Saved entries
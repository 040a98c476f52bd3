import fc from 'fast-check';
import { describe, expect, test } from 'vitest';
import { addDays, addMonths, daysBetween } from '@/lib/calendar';
import { planHome } from '@/lib/care';
import { chooseGrouping } from '@/lib/care/choose-grouping';
import { filmJobs } from '@/lib/care/film-jobs';
import { yearsAhead } from '@/lib/care/years-ahead';
import { anyCareHome } from '@/tests/fixtures/care-home';
import { filmJob } from '@/tests/fixtures/film-job';

const ahead = { joinMonths: 0, tripCents: 9000, notBefore: null, through: '2048-05-01' };

/*
 * Reckoned by hand. Two coats of 60 months for $140 each, one used up on 1 July 2028, the other on 1 June 2029; season May to
 * September, so the windows open on 1 May and close 60 days past the date. 335 days lie between the first trip and the second
 * coat's end: 335 / 30.44 = 11.0 months, 11.0 / 60 × $140 = $25.68.
 */
const two = [filmJob('A', '2028-07-01'), filmJob('B', '2029-06-01')];
const days = (joinMonths: number, tripCents = 9000) => yearsAhead({ ...ahead, jobs: two, joinMonths, tripCents }).trips.map(({ on, items }) => `${on} ${items.map(({ wallId }) => wallId).join('')}`);

describe('two walls a season apart', () => {
  test('go their own ways when nothing may join: eight trips in twenty years', () => {
    expect(days(0)).toEqual(['2028-07-01 A', '2029-06-01 B', '2033-07-01 A', '2034-06-01 B', '2038-07-01 A', '2039-06-01 B', '2043-07-01 A', '2044-06-01 B']);
  });

  test('share every trip once the second window opens within the months: 1 May 2029 is ten months after the first trip', () => {
    expect(days(9)).toEqual(days(0));
    expect(days(12)).toEqual(['2028-07-01 AB', '2033-07-01 AB', '2038-07-01 AB', '2043-07-01 AB']);
  });

  test('a coat joins only while what it throws away, $25.68, is less than a trip', () => {
    expect(days(12, 2568)).toHaveLength(4);
    expect(days(12, 2567)).toHaveLength(8);
  });

  test('the trip says what each coat throws away and what all of it costs', () => {
    const [first] = yearsAhead({ ...ahead, jobs: two, joinMonths: 12 }).trips;
    expect(first?.items.map(({ thrownAwayMonths }) => thrownAwayMonths.toFixed(2))).toEqual(['0.00', '11.01']);
    expect(first?.cents).toBe(9000 + 2 * 14_000);
  });

  /* Apart: 8 × $230, less 61 and 396 days of life left on 1 May 2048, (61 + 396) / 30.44 / 60 × $140 = $35.03; a year $90.25.
     Together: 4 × $370, less 2 × 61 days, $9.35; a year $73.53. */
  test('the choice that costs least a year is taken, the smallest of equals', () => {
    const { months, choices } = chooseGrouping(two, 9000);
    expect(months).toBe(12);
    expect(choices.map(({ yearlyCents }) => yearlyCents)).toEqual([9025, 9025, 9025, 9025, 7353, 7353, 7353, 7353, 7353]);
    expect(choices.map(({ trips }) => trips)).toEqual([8, 8, 8, 8, 4, 4, 4, 4, 4]);
  });
});

describe('what goes along', () => {
  test('work whose window holds the day of the trip, whatever the choice', () => {
    const trips = yearsAhead({ ...ahead, jobs: [filmJob('A', '2028-07-01'), filmJob('B', '2028-08-20')], through: '2029-01-01' }).trips;
    expect(trips.map(({ on, items }) => [on, items.length])).toEqual([['2028-07-01', 2]]);
  });

  test('work whose windows share days goes together on the first day that suits all of it', () => {
    const inWindow = (opensOn: string, closesOn: string) => ({ window: { opensOn, closesOn, moved: 'in season' as const } });
    const jobs = [filmJob('A', '2028-05-10', inWindow('2028-02-10', '2028-07-09')), filmJob('B', '2028-09-01', inWindow('2028-06-01', '2028-10-31'))];
    expect(yearsAhead({ ...ahead, jobs, through: '2029-01-01' }).trips.map(({ on, items }) => [on, items.length])).toEqual([['2028-06-01', 2]]);
  });

  test('work that may not be drawn forward waits for its own window', () => {
    const jobs = [filmJob('A', '2028-07-01'), filmJob('B', '2029-06-01', { mayJoin: false })];
    expect(yearsAhead({ ...ahead, jobs, joinMonths: 24, through: '2030-01-01' }).trips.map(({ on }) => on)).toEqual(['2028-07-01', '2029-06-01']);
  });

  test('caulk due within 18 months of its wall’s next restain takes the restain’s window: due February 2034, done in July 2033', () => {
    const jobs = [filmJob('A', '2028-07-01'), filmJob('A', '2028-08-01', { kind: 'recaulk', lifeMonths: 67, stripCents: 0 })];
    const { trips } = yearsAhead({ ...ahead, jobs, through: '2034-12-31' });
    expect(trips.map(({ on, items }) => [on, items.map(({ kind }) => kind)])).toEqual([['2028-07-01', ['restain', 'recaulk']], ['2033-07-01', ['restain', 'recaulk']]]);
  });

  test('no trip before the day on which one looks', () => {
    expect(yearsAhead({ ...ahead, jobs: two, notBefore: '2028-07-20', through: '2029-01-01' }).trips.map(({ on }) => on)).toEqual(['2028-07-20']);
  });
});

/* 1.15 × 60 months is 9 months past the end, 273.96 days: the 274th day past 1 July 2028 is 1 April 2029. */
test('a coat older than 1.15 times its life is stripped first', () => {
  const lateOn = (day: string) => [filmJob('A', '2028-07-01', { window: { opensOn: day, closesOn: day, moved: 'put off' }, missedOn: day })];
  const strip = (day: string) => yearsAhead({ ...ahead, jobs: lateOn(day), through: '2029-12-31' }).trips[0]?.items[0]?.stripCents;
  expect(strip(addDays('2028-07-01', 273))).toBe(0);
  expect(strip(addDays('2028-07-01', 274))).toBe(35_000);
});

const today = '2026-12-01';
const through = '2046-12-01';
const anyMonths = fc.constantFrom(0, 3, 9, 12, 24);
const anyTripCents = fc.integer({ min: 0, max: 100_000 });

describe('in any home', () => {
  test('no film is lost: never more than its life, 60 days of grace and the wait for a season between two works on it', () => {
    fc.assert(
      fc.property(anyCareHome, anyMonths, anyTripCents, (home, joinMonths, tripCents) => {
        const jobs = filmJobs(home, planHome(home, today).walls);
        const { trips } = yearsAhead({ jobs, joinMonths, tripCents, notBefore: today, through });
        for (const job of jobs) {
          const done = trips.filter(({ items }) => items.some(({ wallId, kind }) => wallId === job.wallId && kind === job.kind)).map(({ on }) => on);
          const most = daysBetween('2026-12-01', addMonths('2026-12-01', job.lifeMonths)) + 2 + 60 + 366;
          if (done[0]) [...done.slice(1), through].forEach((on, i) => expect(daysBetween(done[i] ?? '', on)).toBeLessThanOrEqual(most));
          else expect(job.window.closesOn > through || job.dueOn > through).toBe(true);
        }
      }),
      { numRuns: 150 },
    );
  });

  test('trips go forward in time, and cost the sum of their parts', () => {
    fc.assert(
      fc.property(anyCareHome, anyMonths, anyTripCents, (home, joinMonths, tripCents) => {
        const { trips } = yearsAhead({ jobs: filmJobs(home, planHome(home, today).walls), joinMonths, tripCents, notBefore: today, through });
        trips.forEach(({ on, items, cents }, i) => {
          expect(on > (trips[i - 1]?.on ?? '2026-11-30')).toBe(true);
          expect(cents).toBe(tripCents + items.reduce((sum, item) => sum + item.cents + item.stripCents, 0));
        });
      }),
      { numRuns: 150 },
    );
  });

  test('where a trip costs nothing, all goes as with no months to join by', () => {
    fc.assert(
      fc.property(anyCareHome, anyMonths, (home, joinMonths) => {
        const jobs = filmJobs(home, planHome(home, today).walls);
        const trips = (months: number) => yearsAhead({ jobs, joinMonths: months, tripCents: 0, notBefore: today, through }).trips;
        expect(trips(joinMonths)).toEqual(trips(0));
      }),
      { numRuns: 150 },
    );
  });
});

const anyDue = fc.integer({ min: 0, max: 2000 }).map((n) => addDays('2027-01-01', n));
const anyLife = fc.integer({ min: 24, max: 120 });
const anyJobs = fc.array(fc.record({ dueOn: anyDue, lifeMonths: anyLife, cents: fc.integer({ min: 2000, max: 40_000 }) }), { minLength: 1, maxLength: 5 }).map((list) => list.map(({ dueOn, ...values }, i) => filmJob(`w${i}`, dueOn, values)));

describe('of any coats', () => {
  test('with no months to join by, all goes as if no work might be drawn forward', () => {
    fc.assert(
      fc.property(anyJobs, anyTripCents, (jobs, tripCents) => {
        const held = jobs.map((job) => ({ ...job, mayJoin: false, isOwnRule: true }));
        expect(yearsAhead({ ...ahead, jobs, tripCents }).trips).toEqual(yearsAhead({ ...ahead, jobs: held, joinMonths: 24, tripCents }).trips);
      }),
      { numRuns: 150 },
    );
  });

  test('a trip that costs more takes along at least what a cheaper one would', () => {
    fc.assert(
      fc.property(anyJobs, anyMonths, anyTripCents, anyTripCents, (jobs, joinMonths, a, b) => {
        const first = (tripCents: number) => yearsAhead({ ...ahead, jobs, joinMonths, tripCents }).trips[0]?.items.map(({ wallId }) => wallId);
        expect(first(Math.max(a, b))).toEqual(expect.arrayContaining(first(Math.min(a, b)) ?? []));
      }),
      { numRuns: 200 },
    );
  });

  /* Only for equal lives: coats of different lives that were joined once may part again at worse times, so that a dearer trip can mean one trip more. */
  test('two coats of one life never make more trips where a trip costs more', () => {
    fc.assert(
      fc.property(anyDue, anyDue, anyLife, anyMonths, anyTripCents, anyTripCents, (one, other, lifeMonths, joinMonths, a, b) => {
        const jobs = [filmJob('A', one, { lifeMonths }), filmJob('B', other, { lifeMonths })];
        const count = (tripCents: number) => yearsAhead({ ...ahead, jobs, joinMonths, tripCents }).trips.length;
        expect(count(Math.max(a, b))).toBeLessThanOrEqual(count(Math.min(a, b)));
      }),
      { numRuns: 200 },
    );
  });

  test('the choice taken costs no more a year than walls that go their own ways', () => {
    fc.assert(
      fc.property(anyJobs, anyTripCents, (jobs, tripCents) => {
        const { months, choices } = chooseGrouping(jobs, tripCents);
        const cost = (of: number) => choices.find((choice) => choice.months === of)?.yearlyCents ?? Number.NaN;
        for (const choice of choices) expect(cost(months) < choice.yearlyCents || (cost(months) === choice.yearlyCents && months <= choice.months)).toBe(true);
      }),
      { numRuns: 60 },
    );
  });
});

● The problem
Collect the lines of the records that include the string "today".

● Reply
const today = '2026-12-01';
        const jobs = filmJobs(home, planHome(home, today).walls);
        const { trips } = yearsAhead({ jobs, joinMonths, tripCents, notBefore: today, through });
        const { trips } = yearsAhead({ jobs: filmJobs(home, planHome(home, today).walls), joinMonths, tripCents, notBefore: today, through });
        const jobs = filmJobs(home, planHome(home, today).walls);
        const trips = (months: number) => yearsAhead({ jobs, joinMonths: months, tripCents: 0, notBefore: today, through }).trips;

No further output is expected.